In this test case we ran 4 processes with 10 tickets each and 4 processes with 15 tickets each for 2 minutes
We observed the following
Process No | Tickets | Ticks In Millions | % Tickets | % Ticks |
---|---|---|---|---|
0 | 10 | 6 | 10 | 10.1 |
1 | 10 | 5 | 10 | 8.5 |
2 | 10 | 6 | 10 | 10.1 |
3 | 10 | 6 | 10 | 10.1 |
4 | 15 | 9 | 15 | 15.2 |
5 | 15 | 9 | 15 | 15.2 |
6 | 15 | 10 | 15 | 17 |
7 | 15 | 8 | 15 | 13.5 |
The Percentage Ticks are similar to the % Tickets which means the scheduler is schduling correctly
In this Test case we ran 6 processes with 3,3,3,5,10 and 15 tickets respectively for 2 minutes
We observed the following
Process No | Tickets | Ticks In Millions | % Tickets | % Ticks |
---|---|---|---|---|
1 | 3 | 6 | 7.7 | 10.1 |
2 | 3 | 7 | 7.7 | 11.86 |
3 | 3 | 5 | 7.7 | 8.5 |
4 | 5 | 8 | 12.82 | 13.55 |
5 | 10 | 15 | 25.64 | 25.4 |
6 | 15 | 18 | 38.46 | 30.5 |
The percentage Ticks are inline with the expected outcome, if we increase the number of processes and run it for longer periods of time it will converge to values similar to % Tickets, therefore the scheduler is schduling correctly
In this Test case we run 6 processes with 10 tickets each, when process 6 reaches 10M ticks we reduce the number of tickets to 2.

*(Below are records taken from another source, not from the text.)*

// CreateLoggedFlight writes the flight, packs, compressed log, figures, motor
// runs and detected events in one transaction. The same log for the same
// airframe returns the existing flight (created false): uploads for one
// airframe are serialised by an advisory lock, and the unique key on
// (airframe, sha256) backs it up.
func (db *DB) CreateLoggedFlight(ctx context.Context, lf *LoggedFlight) (id string, created bool, err error) {
	f := lf.Flight
	if err := f.Validate(); err != nil {
		return "", false, err
	}
	if err := checkFlightTimes(f, db.now()); err != nil {
		return "", false, err
	}
	lf.fillEmpty()
	err = db.inTx(ctx, func(tx pgx.Tx) error {
		if _, err := tx.Exec(ctx, uploadLockSQL, "ingest:"+f.AirframeID); err != nil {
			return err
		}
		err := tx.QueryRow(ctx, flightByLogSQL, f.AirframeID, f.LogSHA256).Scan(&id)
		if err == nil {
			return nil
		} else if err != pgx.ErrNoRows {
			return err
		}
		out, err := insertFlight(ctx, tx, f, newID())
		if err != nil {
			return err
		}
		id, created = out.ID, true
		if err := insertFlightLog(ctx, tx, id, *f.LogSHA256, lf.Analysis.Version, lf); err != nil {
			return err
		}
		return writeAnalysis(ctx, tx, id, f.AirframeID, lf.Analysis)
	})
	if existing, ok := db.recordedBefore(ctx, f, err); ok {
		return existing, false, nil
	}
	return id, created, err
}

// uploadLockSQL serialises the uploads of one airframe (the key is
// "ingest:" and its id) until the transaction ends.
const uploadLockSQL = `SELECT pg_advisory_xact_lock(hashtextextended($1, 0))`

// flightByLogSQL finds the flight of an airframe ($1) recorded from the log
// whose text has SHA-256 $2.
const flightByLogSQL = `SELECT id FROM flights WHERE airframe_id = $1 AND log_sha256 = $2`

// recordedBefore answers a logged flight's write that failed on a database
// error or a conflict with the flight already recorded from the same log, if
// there is one: a racing upload of the same log that slipped past the lock
// (it cannot, but the unique key is the rule).
func (db *DB) recordedBefore(ctx context.Context, f *fleet.Flight, err error) (string, bool) {
	var pe *pgconn.PgError
	if f.LogSHA256 == nil || !errors.As(err, &pe) && fleet.ErrorCode(err) != fleet.ECONFLICT {
		return "", false
	}
	id, e := db.FlightIDByLog(ctx, f.AirframeID, *f.LogSHA256)
	return id, e == nil
}

// insertFlightLog writes the stored log's row of flight id (of the text
// with SHA-256 sha, analysed by the model version).
func insertFlightLog(ctx context.Context, tx pgx.Tx, id, sha string, version int, lf *LoggedFlight) error {
	var mapID *string
	var mapVersion *int
	if lf.ColumnMap != nil {
		mapID, mapVersion = &lf.ColumnMap.ID, &lf.ColumnMap.Version
	}
	_, err := tx.Exec(ctx, `
		INSERT INTO flight_logs (flight_id, raw_gz, raw_bytes, sha256, columns, unknown_columns, samples, analysis_version,
			column_map_id, column_map_version, blank_cells, repack)
		VALUES ($1, $2, $3, $4, $5, $6, $7, $8, $9, $10, $11, $12)`,
		id, lf.RawGz, lf.RawBytes, sha, lf.Columns, lf.Unknown, lf.Samples, version,
		mapID, mapVersion, lf.Blank, lf.Repack)
	return err
}

// writeAnalysis stores the figures of a flight, replacing earlier ones.
func writeAnalysis(ctx context.Context, tx pgx.Tx, flightID, airframeID string, a *Analysis) error {
	k := a.Key
	if _, err := tx.Exec(ctx, `
		INSERT INTO flight_metrics (flight_id, run_s, charge_mah, energy_wh, mean_power_w, peak_a, min_pack_v,
			min_cell_v, rest_v_start, rest_v_end, ir_mohm, hover_rpm, thrust_k, efficiency_index, vibration_rms,
			landing_g, max_alt_m, distance_m, air_density, metrics, vibration_sample_hz, vibration_cutoff_hz)
		VALUES ($1, $2, $3, $4, $5, $6, $7, $8, $9, $10, $11, $12, $13, $14, $15, $16, $17, $18, $19, $20, $21, $22)
		ON CONFLICT (flight_id) DO UPDATE SET run_s = EXCLUDED.run_s, charge_mah = EXCLUDED.charge_mah,
			energy_wh = EXCLUDED.energy_wh, mean_power_w = EXCLUDED.mean_power_w, peak_a = EXCLUDED.peak_a,
			min_pack_v = EXCLUDED.min_pack_v, min_cell_v = EXCLUDED.min_cell_v, rest_v_start = EXCLUDED.rest_v_start,
			rest_v_end = EXCLUDED.rest_v_end, ir_mohm = EXCLUDED.ir_mohm, hover_rpm = EXCLUDED.hover_rpm,
			thrust_k = EXCLUDED.thrust_k, efficiency_index = EXCLUDED.efficiency_index,
			vibration_rms = EXCLUDED.vibration_rms, landing_g = EXCLUDED.landing_g, max_alt_m = EXCLUDED.max_alt_m,
			distance_m = EXCLUDED.distance_m, air_density = EXCLUDED.air_density, metrics = EXCLUDED.metrics,
			vibration_sample_hz = EXCLUDED.vibration_sample_hz, vibration_cutoff_hz = EXCLUDED.vibration_cutoff_hz`,
		flightID, k.RunS, k.ChargeMah, k.EnergyWh, k.MeanPowerW, k.PeakA, k.MinPackV, k.MinCellV, k.RestVStart,
		k.RestVEnd, k.IRmOhm, k.HoverRPM, k.ThrustK, k.EfficiencyIndex, k.VibrationRMS, k.LandingG, k.MaxAltM,
		k.DistanceM, k.AirDensity, a.Metrics, k.VibrationSampleHz, k.VibrationCutoffHz); err != nil {
		return err
	}
	if _, err := tx.Exec(ctx, `DELETE FROM motor_runs WHERE flight_id = $1`, flightID); err != nil {
		return err
	}
	rows := make([][]any, len(a.Motors))
	for i, m := range a.Motors {
		rows[i] = []any{flightID, m.Position, m.Revolutions, m.RunS, m.MeanRPM, m.ThrustMeanN, []byte(m.Bins)}
	}
	if _, err := tx.CopyFrom(ctx, pgx.Identifier{"motor_runs"},
		[]string{"flight_id", "position", "revolutions", "run_s", "mean_rpm", "thrust_mean_n", "bins"},
		pgx.CopyFromRows(rows)); err != nil {
		return err
	}
	for _, p := range a.Packs {
		if _, err := tx.Exec(ctx, `
			UPDATE flight_packs SET charge_mah = $3, energy_wh = $4, min_cell_v = $5, rest_v_start = $6,
				rest_v_end = $7, ir_mohm = $8
			WHERE flight_id = $1 AND part_id = $2`,
			flightID, p.PartID, p.ChargeMah, p.EnergyWh, p.MinCellV, p.RestVStart, p.RestVEnd, p.IRmOhm); err != nil {
			return err
		}
	}
	// Open detected events are the analysis's to replace; resolved ones are
	// people's records and stay. The take-off verdict's event is not the
	// analysis's.
	if _, err := tx.Exec(ctx, `
		DELETE FROM events WHERE flight_id = $1 AND detected AND resolved_at IS NULL AND kind <> 'flown_not_ready'`,
		flightID); err != nil {
		return err
	}
	for _, e := range a.Events {
		e.FlightID, e.AirframeID, e.Detected = &flightID, &airframeID, true
		if e.Severity == "" {
			e.Severity = fleet.DefaultSeverity(e.Kind)
		}
		if _, err := insertEvent(ctx, tx, e); err != nil {
			return err
		}
	}
	// The register comparison is redone with the analysis (whose refresh
	// replaced the open detected events).
	if err := checkSoftware(ctx, tx, flightID); err != nil {
		return err
	}
	return audit(ctx, tx, "flight_analysis", flightID, nil, map[string]any{"version": a.Version, "events": len(a.Events)})
}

Process 6 hit 10M ticks at exatly 1:01 and we observed the following:
Process No | Tickets | Ticks In Millions | % Tickets | % Ticks |
---|---|---|---|---|
1 | 10 | 4 | 16.67 | 12.21 |
2 | 10 | 6 | 16.67 | 18.18 |
3 | 10 | 4 | 16.67 | 12.21 |
4 | 10 | 5 | 16.67 | 15.15 |
5 | 10 | 4 | 16.67 | 12.21 |
6 | 10 | 10 | 16.67 | 30.3 |
After 2 minutes we observed the following:
Process No | Tickets | Ticks In Millions After 2 mins | Diff ticks (2min -1min) | % Tickets | % Ticks |
---|---|---|---|---|---|
1 | 10 | 10 | 6 | 19.23 | 16.21 |
2 | 10 | 14 | 8 | 19.23 | 21.6 |
3 | 10 | 11 | 7 | 19.23 | 18.9 |
4 | 10 | 12 | 7 | 19.23 | 18.9 |
5 | 10 | 11 | 7 | 19.23 | 18.9 |
6 | 2 | 12 | 2 | 3.84 | 5.4 |
As we can see the number of ticks reduced to the expected probability after we reduced the number of tickets at minute 1.